Stanford, California - A child's brain in early elementary school goes through a dramatic transformation, first developing the ability to identify letters or numbers, then learning how to interpret those symbols in written words or math. That transformation comes about due to new connections being made and strengthened in the brain.
"This reorganization is driven by activity that is happening in the classroom," said Bruce McCandliss, a professor of education. He recently joined Stanford to be the anchor in the Graduate School of Education for an interdisciplinary team of scientists who are all involved in the growing field of educational neuroscience.
"We want to understand how educational experiences are driving changes in the brain, and to personalize that experience for different learners," he said.
McCandliss was drawn to Stanford in part by the Stanford Neurosciences Institute, which seeks to bridge neuroscience and societal issues like education, and by the university's strength in the kinds of imaging techniques used to ask questions about how the brain changes in response to education.
"Stanford is looked to as a place of innovation in graduate education," McCandliss said. "We also have state-of-the-art neuroimaging facilities and a renowned school of education. What better place to train the next generation of leaders in educational neuroscience?"
Old idea, new tools
The idea of trying to incorporate neuroscience into teaching methods isn't new, according to James McClelland, professor of psychology, who has spent decades studying how people learn to read and to understand concepts. What's new is the imaging technologies that are making this idea a reality.
"We're on the cusp of being able to characterize the major patterns of connectivity inside the brains of individuals, using new imaging methods," said McClelland, the Lucie Stern Professor in the Social Sciences. That wiring diagram of the brain is unique in each person and changes with experiences, he said. These new imaging techniques will ultimately let researchers see how those connections change as children learn. "This is going to be very well established in a few years," said McClelland, who is also the director of the Stanford Center for Mind, Brain and Computation.
"What having Bruce here represents is an opportunity to weave the research that goes on in an educational setting together with research at many other levels of analysis," McClelland said. "The combination is going to be important in helping us understand how people learn in a way that will allow us to do the best possible job we can in supporting their educational achievement."
Seeing inside the brain
In one set of experiments, McCandliss used a type of brain imaging that reveals connections or tracts of neurons to look at the brains of kids who were good readers and others who showed signs of dyslexia. He found that the kids who were better readers had stronger brain connections in that region.

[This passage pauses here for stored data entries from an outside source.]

import fc from 'fast-check';
import { describe, expect, it } from 'vitest';
import { steadyConcentration } from '@/lib/air/build-up';
import { cleanAir, clearingAirflow, equivalentAirChanges } from '@/lib/air/cleaner';
import { cubicMetres, cubicMetresPerSecond, milligramsPerSecond } from '@/lib/units/quantity';
import { amount } from './arbitraries';

const all = (ventilation: number, clean: number, volume: number, settling?: number) =>
  clearingAirflow(cubicMetresPerSecond(ventilation), cubicMetresPerSecond(clean), cubicMetres(volume), settling);

describe('a cleaner', () => {
  it('gives its airflow times what it holds back: half of 0.2 m3/s is 0.1', () => {
    expect(cleanAir(cubicMetresPerSecond(0.2), 0.5)).toBe(0.1);
    expect(() => cleanAir(cubicMetresPerSecond(0.2), -0.1)).toThrow(RangeError);
  });

  it('stands for air changes: 0.1 m3/s in 36 m3 are 10 an hour', () => {
    expect(equivalentAirChanges(cubicMetresPerSecond(0.1), cubicMetres(36))).toBeCloseTo(10, 12);
  });

  it('adds to the ventilation and to what settles: S / (Q + CADR + k V)', () => {
    // By hand: 0.05 + 0.1 + 0.001 × 50 = 0.2 m3/s; 3 mg/s into it come to 15 mg/m3.
    const airflow = all(0.05, 0.1, 50, 0.001);
    expect(airflow).toBeCloseTo(0.2, 12);
    expect(steadyConcentration({ generation: milligramsPerSecond(3), airflow })).toBeCloseTo(15, 10);
  });

  it('never makes a room worse', () => {
    fc.assert(
      fc.property(amount(0, 5), amount(0, 5), amount(0.1, 500), amount(0, 0.01), (q, clean, volume, settling) => {
        expect(all(q, clean, volume, settling)).toBeGreaterThanOrEqual(all(q, 0, volume));
      }),
    );
  });

  it('is refused where it has no answer', () => {
    expect(() => all(-1, 0, 1)).toThrow(RangeError);
    expect(() => all(0, NaN, 1)).toThrow(RangeError);
    expect(() => all(0, 0, 1, Infinity)).toThrow(RangeError);
  });
});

"There is a profound relationship between the way a person's brain is organized and how well that person masters abstract intellectual skills, such as reading or mathematics," he said.

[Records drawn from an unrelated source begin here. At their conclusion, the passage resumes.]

/** Levels of carbon monoxide, each a named body's own and none of them a line between harm and none. */
export type MonoxideLevel = { body: string; value: number; unit: 'ppm' | 'mg/m3'; over: string; source: string };

export const MONOXIDE_LEVELS: readonly MonoxideLevel[] = [
  { body: 'NIOSH', value: 35, unit: 'ppm', over: 'a shift', source: 'NIOSH Pocket Guide: REL' },
  { body: 'NIOSH', value: 200, unit: 'ppm', over: 'never to be passed', source: 'NIOSH Pocket Guide: ceiling' },
  { body: 'OSHA', value: 50, unit: 'ppm', over: 'eight hours', source: '29 CFR 1910.1000, Table Z-1' },
  {
    body: 'ACGIH',
    value: 25,
    unit: 'ppm',
    over: 'eight hours',
    source: 'NIOSH IDLH documentation (1994), quoting the TLV',
  },
  { body: 'NIOSH', value: 1200, unit: 'ppm', over: 'danger to life at once', source: 'NIOSH IDLH, revised (1994)' },
  { body: 'EPA', value: 9, unit: 'ppm', over: 'eight hours outdoors', source: 'From memory: 40 CFR 50.8' },
  { body: 'WHO', value: 4, unit: 'mg/m3', over: '24 hours', source: 'From memory: WHO air quality guidelines (2021)' },
  { body: 'UL', value: 70, unit: 'ppm', over: 'an alarm after one to four hours', source: 'From memory: UL 2034' },
  { body: 'UL', value: 150, unit: 'ppm', over: 'an alarm after 10 to 50 minutes', source: 'From memory: UL 2034' },
  { body: 'UL', value: 400, unit: 'ppm', over: 'an alarm after 4 to 15 minutes', source: 'From memory: UL 2034' },
];
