import { findRisingRoot } from './find-root';

/** Where the search for an airflow begins, m3/s: a hand-held vacuum. */
const FIRST_GUESS = 0.02;
/** Pa that drive nothing: below it a Reynolds number is too near 0 for its friction factor to be held. */
const NOTHING = 1e-200;

/**
 * The airflow in m3/s that a pressure difference in Pa drives through something that loses `lossAt` Pa at an airflow, whichever way: a
 * negative difference drives it backwards with the same loss.
 * @param lossAt rises with the airflow, from 0 at 0
 */
export function airflowThrough(lossAt: (airflow: number) => number, difference: number): number {
  const size = Math.abs(difference);
  if (size < NOTHING) return 0;
  return Math.sign(difference) * findRisingRoot((q) => lossAt(q) - size, 0, FIRST_GUESS);
}

/** A loss for airflow either way: the loss of the same airflow, with its sign. */
export const eitherWay = (lossAt: (airflow: number) => number) => (airflow: number) =>
  Math.sign(airflow) * lossAt(Math.abs(airflow));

In a follow-up study, he and a team that included Allan Reiss, the Howard C. Robbins Professor of Psychiatry and Behavioral Sciences and professor of radiology, found that kids with dyslexia who activate a particular brain region when trying to read went on to make much greater improvements in their reading ability. Kids who did not activate that region made very little reading gain after the age of 14.
"The hope is that by understanding the nature of these differences we might be able to tailor interventions for those individuals," McCandliss said. Although much of his work has been in reading, McCandliss is also investigating individual differences in how kids learn mathematical concepts.
Like McCandliss, psychologist Brian Wandell, the Isaac and Madeline Stein Family Professor at Stanford, has had an interest in understanding the brain changes that happen as kids learn. He has helped develop the technologies for looking at which regions of the brain have formed strong connections. By looking at these neuronal tracts in kids who are having difficulty reading, he hopes to be able to diagnose reading delays and one day recommend interventions for kids based on brain imaging.
This translation from neuroscience, identifying the changes in the neuronal tracts, to education, developing the therapies to help those kids, is where Wandell says McCandliss will help.
"His presence here will finish a piece of the puzzle for how Stanford can make a difference in moving ideas back and forth between education and neuroscience," said Wandell. "If we nurture and expand our dialogue with colleagues who educate children, looking for ways neuroscience methods can be helpful, then we've succeeded," he added.
Daniel Schwartz, a professor of education, says the relationship between education and neuroscience goes both ways. "Neuroscientists could come up with a better diagnosis for learning delays, but they could probably use some help coming up with the right kind of instruction," said Schwartz.
One of Schwartz's areas of research has involved how people understand negative numbers. "We chose negative numbers because you just don't run into negative objects, and it's a pretty recent cultural invention," he said.
He and his team found that the region of the brain that processes symmetry was active when people solved problems having to do with negative numbers. "We created a curriculum based on this and it turns out the kids learned better," said Schwartz, who is also the Nomellini & Olivier Professor in Educational Technology.
In other cases, teachers might bring issues they find in the classroom to neuroscientists to help direct the research. "Teachers can help the neuroscientists frame the research in a way that is useful," said McCandliss.
"One attractive thing about coming to Stanford was the feeling that there is a critical mass of researchers here who are interested in integrating insights across education and neuroscience, and who share the idea that such connections may enhance both types of research and potentially make a difference in the lives of young learners," McCandliss said.